Des solutions, il y en a. Une initiative comme le Fonds pour une presse libre en est une. Des entreprises qui vivent de la commande publique ne devraient pas posséder de médias. Chaque média doit également respecter les conventions entre ce qui relève de l’information et de l’opinion. La Société des journalistes devrait être dotée d’un vrai statut juridique protecteur. Par exemple, nous avions, parfois, eu un mal fou à interviewer des journalistes qui pouvaient témoigner dans notre documentaire. Ensuite, il faut que les comptes des actionnaires soient rendus publics et créer un délit de trafic d’influence et de censure dans la presse. Enfin, on pourrait réformer l’attribution des aides publiques selon des critères légitimes. Ce n’est pas normal qu’en 2019, 16 millions d’euros d’aides publiques à la presse soient attribués au seul groupe de Bernard Arnault, au lieu d’aider des médias indépendants et émergents qui en auraient besoin.
Il existe une multitude de médias émergents qui peinent à exister au milieu de tous ces grands titres. Quand on n’a pas de moyens, peut-on vraiment enquêter ?
Les médias émergents sont d’une grande vitalité, mais lorsqu’on veut enquêter il faut des moyens. Je pense à Disclose - je le cite car je contribue aux enquêtes - qui a dû chercher des fonds, des mécènes pour que l’on mène notre travail sereinement.

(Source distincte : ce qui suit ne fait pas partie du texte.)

function R = prepare (model, prior, obs, opts, fn)
  % every check of a run and its settings for the compiled run, with the
  % initial ensemble of opts.seed (drawn when not given)
  sluice.internal.check_model (model, 1, fn);
  n = numel (model.states);
  p = numel (model.params);
  q = numel (model.forcings);
  N = opts.members;
  seed_given = ~isempty (opts.seed);
  if (~seed_given)
    opts.seed = floor (rand () * 2^32);
  end
  % under mpirun, the members split across the ranks (option mpi)
  world = struct ('active', false, 'rank', 0, 'size', 1);
  if (~(islogical (opts.mpi) && ~opts.mpi))
    world = sluice.internal.mpi ('world', fn, opts.mpi);
  end
  if (world.active && ~seed_given)
    % one run: the seed rank 0 drew
    opts.seed = sluice.internal.mpi ('bcast', opts.seed, 0);
  end
  t0 = opts.t0;
  if (isempty (t0))
    t0 = model.t0;
  end

  check_memory (n, p, N, fn);

  % initial ensemble: prior draws by name
  plan = prior_plan (model, prior, fn);
  [X0, P0] = draw_members (plan, N, opts.seed, n, fn);
  lower = plan.lower;
  upper = plan.upper;
  check_spread (model, P0, lower, upper, opts, fn);

  % observations and the cycle times
  if (isempty (opts.operators))
    % none: the layout sluice.internal.operators gives for none
    ops = struct ('names', {cell(0, 1)}, 'H', zeros (0, n + p), 'funs', {cell(1, 0)}, ...
                  'rows', zeros (1, 0));
  else
    ops = sluice.internal.operators (opts.operators, model, fn);
  end
  tab = sluice.internal.obs_table (obs, [model.states(:); model.params(:); ops.names(:)], ...
                                  t0, fn, true);
  m = numel (tab.time);
  if (isempty (opts.times))
    % the table's times are in order (obs_table checked it): the cycles
    % start where the time changes
    starts = true (m, 1);
    starts(2:end) = tab.time(2:end) ~= tab.time(1:end-1);
    times = tab.time(starts)';
  else
    times = unique ([tab.time(:); opts.times(:)])';
  end
  if (isempty (times))
    error (['sluice:' fn ':noobs'], 'no observation and no output time to run to');
  end
  if (times(1) < t0)
    error (['sluice:' fn ':badtimes'], 'output time %g lies before the start time %g', ...
           times(1), t0);
  end
  T = numel (times);
  if (isempty (opts.times))
    % each row's cycle by counting; every cycle has rows
    cyc = cumsum (starts);
    obs_first = [0, find([starts(2:end); true])'];
  else
    [~, cyc] = ismember (tab.time, times);
    obs_first = [0, cumsum(accumarray (cyc(:), 1, [T 1]))'];
  end

  c = sluice.internal.model_config (model, opts.forcing, opts.forcing_noise, ...
                                  opts.events, opts.event_noise, fn, opts.calendar);
  c.members = N;
  c.t0 = t0;
  c.times = times;
  c.obs_first = obs_first;
  c.obs_var = tab.var - 1;
  c.obs_value = tab.value;
  c.obs_sigma = tab.sigma;
  c.obs_aux = tab.aux;
  c.obs_family = tab.family;
  c.op_H = ops.H;
  c.op_funs = ops.funs;
  c.op_rows = ops.rows;
  c.derived_summary = double (opts.derived_summary && ~isempty (ops.names));
  c = summary_rows (c, opts.summarize, model, fn);
  c.state_noise = expand (opts.state_noise, n, 'state_noise', fn);
  if (all (c.state_noise == 0))
    c.state_noise = [];
  end
  c.lower = lower;
  c.upper = upper;
  c.param_move = opts.param_move;
  step = expand (opts.param_step, p, 'param_step', fn);
  c.param_step = step;
  c.param_step(lower == upper) = 0;
  c.lw_delta = opts.liu_west_delta;
  c.kernel_scale = opts.kernel_scale;
  c.move_diversity = opts.move_diversity;
  c.move_sweeps = opts.move_sweeps;
  c.move_scale = opts.move_scale;
  c.move_paths = opts.move_paths;
  if (strcmp (opts.param_move, 'smc2'))
    c.param_move = 'resample_move';
    c.inner = opts.inner_members;
  end
  c.prior_dist = plan.pdist.id;
  c.prior_a = plan.pdist.a;
  c.prior_b = plan.pdist.b;
  c.prior_lo = plan.pdist.lo;
  c.prior_hi = plan.pdist.hi;
  c.resample = opts.resample;
  c.threshold = opts.resample_threshold;
  c.temper_ess = opts.temper_ess;
  c.temper_max_steps = opts.temper_max_steps;
  c.seed = opts.seed;
  c.threads = opts.threads;
  c.probs = opts.quantiles;
  c.history = double (opts.history);
  c.lag = min (max (opts.lag), T);
  c.progress = opts.progress;
  c.X0 = X0;
  c.P0 = P0;
  c.method = opts.method;
  c.wenkf = double (opts.wenkf);
  c.inflation = opts.inflation;
  c.rtpp = opts.rtpp;
  c.rtps = opts.rtps;
  c.adaptive_inflation = double (opts.adaptive_inflation);
  c.inflation_max = opts.inflation_max;
  c = add_localization (c, opts, model, tab, obs, ops.names, fn);
  c = sluice.internal.coupling_settings (c, opts, model, tab, ops, fn);
  if (~isempty (opts.checkpoint))
    % the gateway fingerprints every setting; what it cannot see (the
    % text of a model's or an operator's function and the values it
    % captured) comes as comparable values
    c.checkpoint = opts.checkpoint;
    c.checkpoint_every = opts.checkpoint_every;
    % what a run killed while writing this checkpoint left beside it
    sluice.internal.stale_tmp (opts.checkpoint);
    c.checkpoint_key = {sluice.internal.comparable(model), ...
                        sluice.internal.comparable(opts.operators)};
  end

  if (world.active)
    % 1: the run must be split (mpi true); 2: split when the compiled run
    % can be, else every rank runs it whole ('auto')
    c.ranks = 1 + ischar (opts.mpi);
    if (world.rank > 0)
      c.progress = 0;
    end
    sluice.internal.mpi ('same', fn, ...
                         'runs (members, seed, times, observations or options)', ...
                         fingerprint ([N, opts.seed, numel(times), sum(times), sum(times .^ 2), ...
                                       numel(c.obs_value)], c.obs_value, ...
                                      [c.obs_var(:)' * (1:numel (c.obs_var))', n, p, q, c.lag, ...
                                       c.threshold, double(c.method), double(c.param_move), ...
                                       c.history, c.ranks]));
  end

  % the head of the result: the fields the settings alone decide. The
  % gateway lays out the result with it (settings field result), but for
  % a weakly coupled run, whose result execute assembles from the
  % recorded arrays
  head = result_head (model, c, opts);
  if (~isfield (c, 'comp'))
    c.result = struct ('head', head, 'derived_names', {ops.names(:)'}, 'lag', opts.lag);
  end

  % what execute needs, and what a prepared run needs to run again
  R = struct ();
  R.version = 2;
  R.fn = fn;
  R.model = model;
  R.opts = opts;
  R.seed_given = seed_given;
  R.c = c;
  R.ops_names = ops.names;
  R.plan = plan;
  R.param_step = step;
  R.obs_value = tab.value;
  R.obs_sigma = double (obs.sigma(:));   % as given (obs_table checked it)
  R.obs_counted = strcmp (tab.family, 'poisson') | strcmp (tab.family, 'binomial');
  R.cyc = cyc;
  % what every run of these settings shares: the head of the result and
  % the calibration check's grouping of the observation rows
  R.head = head;
  % (isfield on settings of many fields costs as much as a copy of them:
  % what a run asks of their layout is asked here once)
  R.split = isfield (c, 'ranks');
  R.coupled = isfield (c, 'comp');
  % the gateway lays out the result: sluice.kernel.pf_run always (a
  % user's gateway built before it did returns the recorded arrays)
  shared = ~strcmp (model.kind, 'user') && ...
           ~(strcmp (model.kind, 'composed') && isfield (model, 'engine') && ...
             ~isempty (model.engine));
  R.laid_out = isfield (c, 'result') && shared;
  % in Octave, execute calls the shared gateway itself as
  % sluice.internal.run_engine would (one call fewer)
  persistent is_octave
  if (isempty (is_octave))
    is_octave = sluice.internal.compat ('is_octave');
  end
  R.direct = shared && is_octave;
  R.calib = calibration_groups (c, [model.states(:); model.params(:); ops.names(:)]);
end

function head = result_head (model, c, opts)
  % the fields of the result that the settings alone decide, in the
  % result's order (the seed is each run's own)
  n = numel (model.states);
  head = struct ();
  head.method = opts.method;
  if (opts.wenkf)
    head.method = 'wenkf';
  end
  head.model = model.name;
  head.members = c.members;
  head.seed = [];
  head.t0 = c.t0;
  head.times = c.times;
  if (~isempty (opts.calendar))
    % the calendar of the time axis: model times as dates
    head.time_origin = opts.calendar.text;
    head.time_unit = opts.calendar.unit;
    head.dates = opts.calendar.datenum + c.times * opts.calendar.unit_days;
  end
  head.state_names = model.states;
  if (isfield (model, 'internal') && any (model.internal))
    % states that are the model's own bookkeeping: not drawn by default
    head.internal_states = logical (model.internal(:)');
  end
  if (isfield (c, 'summary_rows'))
    % the states whose means and quantiles were recorded (the others NaN)
    head.summarized_states = false (1, n);
    head.summarized_states(c.summary_rows(c.summary_rows <= n)) = true;
  end
  head.param_names = model.params;
  head.quantile_levels = opts.quantiles;
end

Certains de ces médias émergents s’adressent à un public averti et consommateur de médias, n’est-ce pas un cercle vicieux ?
Je ne sais pas si c’est vraiment un public très averti des médias. Au contraire, ce sont des personnes qui se détournent de l’information dite mainstream, cherchent autre chose et se tournent vers des médias émergents et indépendants. Même s’il y a une hyper-concentration, ces médias foisonnent.